> _WHAT TO DO_
Gather, from the listing beneath this task, every line holding the string "void".
(SUPPLIED RECORDS)
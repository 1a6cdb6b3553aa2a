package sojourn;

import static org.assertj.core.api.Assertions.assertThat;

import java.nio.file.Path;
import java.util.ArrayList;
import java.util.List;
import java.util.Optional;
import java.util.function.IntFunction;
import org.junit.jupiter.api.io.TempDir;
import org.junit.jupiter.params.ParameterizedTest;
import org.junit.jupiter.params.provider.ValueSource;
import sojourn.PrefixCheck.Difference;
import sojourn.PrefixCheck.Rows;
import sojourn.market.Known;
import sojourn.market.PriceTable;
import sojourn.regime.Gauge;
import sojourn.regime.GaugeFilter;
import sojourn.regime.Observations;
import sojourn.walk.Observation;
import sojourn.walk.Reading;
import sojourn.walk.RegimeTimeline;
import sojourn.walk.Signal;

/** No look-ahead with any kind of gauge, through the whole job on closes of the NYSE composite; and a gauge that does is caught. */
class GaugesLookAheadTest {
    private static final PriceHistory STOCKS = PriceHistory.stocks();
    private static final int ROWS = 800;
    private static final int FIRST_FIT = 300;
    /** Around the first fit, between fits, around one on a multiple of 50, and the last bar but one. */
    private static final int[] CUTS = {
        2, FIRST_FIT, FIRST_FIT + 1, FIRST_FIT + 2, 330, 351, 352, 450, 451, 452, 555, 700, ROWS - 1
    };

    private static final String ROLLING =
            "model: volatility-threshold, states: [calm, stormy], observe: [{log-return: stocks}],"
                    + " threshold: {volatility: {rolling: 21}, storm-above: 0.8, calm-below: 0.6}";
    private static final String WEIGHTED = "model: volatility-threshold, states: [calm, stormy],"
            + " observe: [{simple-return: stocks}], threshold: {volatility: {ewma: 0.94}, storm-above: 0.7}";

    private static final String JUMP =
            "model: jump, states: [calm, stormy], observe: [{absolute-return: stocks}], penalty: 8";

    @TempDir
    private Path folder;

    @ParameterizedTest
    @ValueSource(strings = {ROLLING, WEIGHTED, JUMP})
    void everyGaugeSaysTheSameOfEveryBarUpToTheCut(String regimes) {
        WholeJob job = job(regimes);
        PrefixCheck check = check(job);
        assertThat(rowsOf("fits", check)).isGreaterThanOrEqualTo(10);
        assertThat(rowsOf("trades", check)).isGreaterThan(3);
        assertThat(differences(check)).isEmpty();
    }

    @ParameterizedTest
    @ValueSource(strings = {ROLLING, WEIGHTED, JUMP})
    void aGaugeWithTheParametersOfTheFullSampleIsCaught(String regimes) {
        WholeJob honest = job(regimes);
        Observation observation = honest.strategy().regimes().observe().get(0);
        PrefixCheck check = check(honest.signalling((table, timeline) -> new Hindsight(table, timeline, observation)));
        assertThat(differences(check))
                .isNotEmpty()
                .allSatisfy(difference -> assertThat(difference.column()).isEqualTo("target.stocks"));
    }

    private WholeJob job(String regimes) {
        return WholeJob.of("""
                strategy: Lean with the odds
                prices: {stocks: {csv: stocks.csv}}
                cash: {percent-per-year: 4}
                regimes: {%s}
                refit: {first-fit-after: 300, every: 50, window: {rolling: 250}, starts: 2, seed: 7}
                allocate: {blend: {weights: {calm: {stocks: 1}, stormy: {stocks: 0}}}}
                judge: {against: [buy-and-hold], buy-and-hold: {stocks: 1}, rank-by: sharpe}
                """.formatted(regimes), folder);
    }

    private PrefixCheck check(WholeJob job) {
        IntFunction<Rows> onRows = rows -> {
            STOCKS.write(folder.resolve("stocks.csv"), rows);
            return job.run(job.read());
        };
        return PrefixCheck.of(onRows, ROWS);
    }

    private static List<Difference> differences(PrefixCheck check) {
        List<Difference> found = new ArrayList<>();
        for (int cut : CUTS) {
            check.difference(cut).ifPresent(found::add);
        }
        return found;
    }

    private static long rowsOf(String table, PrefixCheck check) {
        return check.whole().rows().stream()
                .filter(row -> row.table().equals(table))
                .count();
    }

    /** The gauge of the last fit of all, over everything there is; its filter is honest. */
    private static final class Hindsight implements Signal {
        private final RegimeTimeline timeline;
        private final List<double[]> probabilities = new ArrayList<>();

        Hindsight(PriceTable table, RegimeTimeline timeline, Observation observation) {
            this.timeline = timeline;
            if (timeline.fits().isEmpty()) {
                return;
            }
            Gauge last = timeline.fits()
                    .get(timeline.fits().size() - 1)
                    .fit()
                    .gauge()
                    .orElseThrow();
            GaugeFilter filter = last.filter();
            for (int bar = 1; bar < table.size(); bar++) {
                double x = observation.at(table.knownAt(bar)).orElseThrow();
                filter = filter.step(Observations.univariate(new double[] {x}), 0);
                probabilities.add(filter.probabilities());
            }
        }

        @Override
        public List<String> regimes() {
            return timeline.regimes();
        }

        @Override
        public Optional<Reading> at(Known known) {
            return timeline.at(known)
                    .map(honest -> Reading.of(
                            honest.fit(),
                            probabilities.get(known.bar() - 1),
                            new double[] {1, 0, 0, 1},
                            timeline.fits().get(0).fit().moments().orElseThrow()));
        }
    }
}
(End SUPPLIED RECORDS)
(SUPPLIED RECORDS)
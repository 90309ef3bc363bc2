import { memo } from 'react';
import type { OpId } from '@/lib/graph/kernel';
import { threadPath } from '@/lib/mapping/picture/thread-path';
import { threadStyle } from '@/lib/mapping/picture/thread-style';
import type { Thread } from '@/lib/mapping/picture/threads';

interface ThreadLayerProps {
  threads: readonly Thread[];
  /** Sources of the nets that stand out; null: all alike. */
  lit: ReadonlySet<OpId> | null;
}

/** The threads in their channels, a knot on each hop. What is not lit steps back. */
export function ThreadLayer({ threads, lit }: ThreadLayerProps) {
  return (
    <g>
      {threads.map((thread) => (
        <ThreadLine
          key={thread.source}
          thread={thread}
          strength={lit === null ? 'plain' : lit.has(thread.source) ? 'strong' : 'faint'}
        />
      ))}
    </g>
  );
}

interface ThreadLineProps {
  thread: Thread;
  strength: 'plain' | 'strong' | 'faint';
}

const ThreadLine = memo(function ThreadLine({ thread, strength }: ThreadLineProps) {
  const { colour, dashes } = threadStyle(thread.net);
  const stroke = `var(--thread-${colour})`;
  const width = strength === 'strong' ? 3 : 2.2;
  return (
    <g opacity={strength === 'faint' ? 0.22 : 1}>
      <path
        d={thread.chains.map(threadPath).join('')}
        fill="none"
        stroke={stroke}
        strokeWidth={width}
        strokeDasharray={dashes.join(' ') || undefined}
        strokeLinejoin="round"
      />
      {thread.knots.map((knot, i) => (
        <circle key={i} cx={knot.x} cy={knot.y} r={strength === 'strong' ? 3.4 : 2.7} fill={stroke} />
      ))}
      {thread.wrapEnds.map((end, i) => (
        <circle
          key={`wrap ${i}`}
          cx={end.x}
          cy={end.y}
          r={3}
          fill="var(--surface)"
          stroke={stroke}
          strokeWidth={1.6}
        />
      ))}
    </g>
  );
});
(End SUPPLIED RECORDS)
(SUPPLIED RECORDS)
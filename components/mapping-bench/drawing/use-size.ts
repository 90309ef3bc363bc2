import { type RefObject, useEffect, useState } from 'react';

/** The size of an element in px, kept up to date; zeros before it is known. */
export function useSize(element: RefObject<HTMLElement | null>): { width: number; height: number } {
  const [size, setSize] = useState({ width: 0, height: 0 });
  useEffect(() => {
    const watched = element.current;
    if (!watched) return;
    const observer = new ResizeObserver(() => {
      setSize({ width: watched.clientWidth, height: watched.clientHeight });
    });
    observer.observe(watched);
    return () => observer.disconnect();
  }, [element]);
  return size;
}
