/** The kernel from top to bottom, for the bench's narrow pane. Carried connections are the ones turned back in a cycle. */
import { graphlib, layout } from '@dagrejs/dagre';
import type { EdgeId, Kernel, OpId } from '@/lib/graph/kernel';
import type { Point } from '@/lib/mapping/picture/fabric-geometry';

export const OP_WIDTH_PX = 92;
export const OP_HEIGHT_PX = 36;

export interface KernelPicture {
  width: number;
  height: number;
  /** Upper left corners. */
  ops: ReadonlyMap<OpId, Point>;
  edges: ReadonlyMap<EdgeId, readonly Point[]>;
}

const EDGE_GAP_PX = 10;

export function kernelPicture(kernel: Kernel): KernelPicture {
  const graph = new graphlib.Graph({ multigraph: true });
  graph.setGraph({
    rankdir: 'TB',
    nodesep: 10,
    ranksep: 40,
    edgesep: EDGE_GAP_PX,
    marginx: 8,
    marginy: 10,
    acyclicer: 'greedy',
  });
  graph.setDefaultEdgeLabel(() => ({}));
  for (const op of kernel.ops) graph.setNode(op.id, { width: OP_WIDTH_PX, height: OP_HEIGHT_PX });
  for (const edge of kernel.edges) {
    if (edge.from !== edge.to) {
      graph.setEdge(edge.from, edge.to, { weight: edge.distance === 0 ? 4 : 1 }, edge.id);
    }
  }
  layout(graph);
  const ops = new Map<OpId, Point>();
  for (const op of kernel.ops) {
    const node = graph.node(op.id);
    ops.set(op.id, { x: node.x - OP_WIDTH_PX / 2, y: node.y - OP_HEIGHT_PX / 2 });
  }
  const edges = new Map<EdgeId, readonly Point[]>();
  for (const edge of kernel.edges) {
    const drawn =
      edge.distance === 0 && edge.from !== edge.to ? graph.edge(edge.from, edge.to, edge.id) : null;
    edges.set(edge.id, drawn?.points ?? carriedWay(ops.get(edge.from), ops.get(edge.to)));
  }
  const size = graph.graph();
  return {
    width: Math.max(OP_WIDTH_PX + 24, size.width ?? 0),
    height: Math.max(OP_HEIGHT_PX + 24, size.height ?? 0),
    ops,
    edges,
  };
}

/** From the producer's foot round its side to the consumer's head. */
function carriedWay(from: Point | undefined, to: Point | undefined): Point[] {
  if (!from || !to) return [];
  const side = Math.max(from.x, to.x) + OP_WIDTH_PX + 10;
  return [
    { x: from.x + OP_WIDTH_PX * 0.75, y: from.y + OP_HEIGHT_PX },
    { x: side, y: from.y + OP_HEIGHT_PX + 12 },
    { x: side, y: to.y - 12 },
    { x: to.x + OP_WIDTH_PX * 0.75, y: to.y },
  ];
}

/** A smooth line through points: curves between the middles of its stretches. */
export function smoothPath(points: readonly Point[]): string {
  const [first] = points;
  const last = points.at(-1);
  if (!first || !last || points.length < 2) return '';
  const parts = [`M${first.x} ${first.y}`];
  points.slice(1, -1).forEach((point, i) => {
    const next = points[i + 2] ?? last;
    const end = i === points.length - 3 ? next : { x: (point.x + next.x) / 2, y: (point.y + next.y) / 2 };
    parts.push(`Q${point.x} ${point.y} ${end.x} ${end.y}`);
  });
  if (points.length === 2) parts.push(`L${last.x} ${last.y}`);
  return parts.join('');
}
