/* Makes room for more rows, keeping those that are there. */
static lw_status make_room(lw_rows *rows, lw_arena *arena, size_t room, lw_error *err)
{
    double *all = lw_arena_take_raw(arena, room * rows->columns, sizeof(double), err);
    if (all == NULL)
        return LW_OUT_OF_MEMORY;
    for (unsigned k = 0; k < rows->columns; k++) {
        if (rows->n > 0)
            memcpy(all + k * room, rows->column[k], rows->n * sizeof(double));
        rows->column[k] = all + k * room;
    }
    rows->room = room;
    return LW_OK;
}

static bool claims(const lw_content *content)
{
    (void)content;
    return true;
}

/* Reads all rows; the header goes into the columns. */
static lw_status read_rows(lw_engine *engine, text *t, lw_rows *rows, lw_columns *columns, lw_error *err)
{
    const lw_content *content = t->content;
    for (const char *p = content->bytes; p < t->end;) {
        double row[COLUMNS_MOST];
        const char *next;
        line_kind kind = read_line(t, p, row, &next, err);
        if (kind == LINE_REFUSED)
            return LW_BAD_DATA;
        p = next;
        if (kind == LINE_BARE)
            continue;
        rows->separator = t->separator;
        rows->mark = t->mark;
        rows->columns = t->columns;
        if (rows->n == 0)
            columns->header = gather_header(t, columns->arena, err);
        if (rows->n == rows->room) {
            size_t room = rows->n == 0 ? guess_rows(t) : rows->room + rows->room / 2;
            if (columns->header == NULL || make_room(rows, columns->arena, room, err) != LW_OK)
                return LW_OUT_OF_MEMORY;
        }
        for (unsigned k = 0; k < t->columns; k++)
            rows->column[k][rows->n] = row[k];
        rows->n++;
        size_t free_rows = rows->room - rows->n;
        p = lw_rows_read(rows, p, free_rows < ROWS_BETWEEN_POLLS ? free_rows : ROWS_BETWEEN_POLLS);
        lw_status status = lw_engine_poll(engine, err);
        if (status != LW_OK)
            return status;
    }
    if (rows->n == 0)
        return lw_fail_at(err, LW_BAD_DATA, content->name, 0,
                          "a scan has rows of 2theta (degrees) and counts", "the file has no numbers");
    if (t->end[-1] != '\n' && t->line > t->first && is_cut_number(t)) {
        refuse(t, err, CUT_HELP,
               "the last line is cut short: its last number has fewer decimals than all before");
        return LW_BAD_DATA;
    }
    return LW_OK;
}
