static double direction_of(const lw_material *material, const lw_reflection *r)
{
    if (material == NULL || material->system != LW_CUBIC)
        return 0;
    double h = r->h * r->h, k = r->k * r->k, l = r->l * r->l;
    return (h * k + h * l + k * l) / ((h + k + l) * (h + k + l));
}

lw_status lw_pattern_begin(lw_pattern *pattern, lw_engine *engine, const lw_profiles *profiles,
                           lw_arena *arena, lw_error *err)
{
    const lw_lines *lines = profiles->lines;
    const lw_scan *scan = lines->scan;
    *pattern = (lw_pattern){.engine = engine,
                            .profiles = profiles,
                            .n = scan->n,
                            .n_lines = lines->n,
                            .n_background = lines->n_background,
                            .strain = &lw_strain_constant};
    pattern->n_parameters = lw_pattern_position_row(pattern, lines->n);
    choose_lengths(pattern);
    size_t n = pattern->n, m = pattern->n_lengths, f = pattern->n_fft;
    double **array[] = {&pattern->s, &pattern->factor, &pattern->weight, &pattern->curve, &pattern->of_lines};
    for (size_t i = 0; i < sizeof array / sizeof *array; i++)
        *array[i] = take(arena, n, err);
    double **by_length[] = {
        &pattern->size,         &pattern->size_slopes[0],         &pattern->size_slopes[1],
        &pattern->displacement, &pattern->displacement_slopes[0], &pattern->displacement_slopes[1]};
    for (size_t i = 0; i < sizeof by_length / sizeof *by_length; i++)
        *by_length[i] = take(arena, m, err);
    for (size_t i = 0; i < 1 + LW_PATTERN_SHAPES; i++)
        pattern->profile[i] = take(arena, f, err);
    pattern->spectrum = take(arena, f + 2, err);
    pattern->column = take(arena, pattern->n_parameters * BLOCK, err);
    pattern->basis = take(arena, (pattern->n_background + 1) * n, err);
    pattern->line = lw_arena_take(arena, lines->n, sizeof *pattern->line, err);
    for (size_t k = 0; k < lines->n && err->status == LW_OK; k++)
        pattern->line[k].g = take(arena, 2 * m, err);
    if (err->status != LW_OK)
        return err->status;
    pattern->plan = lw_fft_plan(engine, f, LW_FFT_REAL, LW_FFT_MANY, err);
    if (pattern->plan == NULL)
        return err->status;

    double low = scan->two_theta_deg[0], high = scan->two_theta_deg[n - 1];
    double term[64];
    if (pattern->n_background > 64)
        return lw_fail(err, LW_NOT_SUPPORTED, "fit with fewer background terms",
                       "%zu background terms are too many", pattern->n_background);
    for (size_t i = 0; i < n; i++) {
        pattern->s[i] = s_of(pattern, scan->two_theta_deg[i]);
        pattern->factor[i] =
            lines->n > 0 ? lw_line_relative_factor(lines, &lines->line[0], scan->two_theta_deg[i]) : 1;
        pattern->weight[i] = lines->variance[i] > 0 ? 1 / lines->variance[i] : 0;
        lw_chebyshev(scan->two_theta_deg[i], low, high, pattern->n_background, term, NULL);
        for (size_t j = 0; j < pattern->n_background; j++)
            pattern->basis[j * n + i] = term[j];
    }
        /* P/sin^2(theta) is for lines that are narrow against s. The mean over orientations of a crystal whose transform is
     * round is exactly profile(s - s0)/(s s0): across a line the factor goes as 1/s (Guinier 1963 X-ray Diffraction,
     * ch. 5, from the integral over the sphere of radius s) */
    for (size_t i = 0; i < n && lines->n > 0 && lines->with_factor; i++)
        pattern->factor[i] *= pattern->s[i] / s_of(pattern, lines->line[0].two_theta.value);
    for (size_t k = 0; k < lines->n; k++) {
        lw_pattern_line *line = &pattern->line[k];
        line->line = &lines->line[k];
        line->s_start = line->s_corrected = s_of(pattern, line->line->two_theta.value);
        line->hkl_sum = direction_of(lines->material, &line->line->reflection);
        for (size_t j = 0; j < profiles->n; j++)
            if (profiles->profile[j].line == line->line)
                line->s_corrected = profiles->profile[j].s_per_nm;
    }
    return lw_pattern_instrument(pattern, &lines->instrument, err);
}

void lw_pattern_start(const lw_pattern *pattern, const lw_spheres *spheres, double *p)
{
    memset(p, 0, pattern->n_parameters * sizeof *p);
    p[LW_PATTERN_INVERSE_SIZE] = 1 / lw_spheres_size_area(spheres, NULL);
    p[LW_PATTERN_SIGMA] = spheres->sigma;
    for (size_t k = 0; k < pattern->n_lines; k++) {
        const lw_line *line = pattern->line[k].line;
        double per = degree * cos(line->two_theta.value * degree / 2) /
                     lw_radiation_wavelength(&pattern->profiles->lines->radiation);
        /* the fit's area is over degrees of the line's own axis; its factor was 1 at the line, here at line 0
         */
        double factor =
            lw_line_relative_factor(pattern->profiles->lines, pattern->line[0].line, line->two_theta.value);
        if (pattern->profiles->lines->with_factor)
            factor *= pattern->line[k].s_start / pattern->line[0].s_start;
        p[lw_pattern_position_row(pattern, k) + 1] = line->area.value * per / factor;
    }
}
(End SUPPLIED RECORDS)
> _RESPONSE TO THIS EXERCISE_
    void everyGaugeSaysTheSameOfEveryBarUpToTheCut(String regimes) {
    void aGaugeWithTheParametersOfTheFullSampleIsCaught(String regimes) {
    (void)content;
void lw_pattern_start(const lw_pattern *pattern, const lw_spheres *spheres, double *p)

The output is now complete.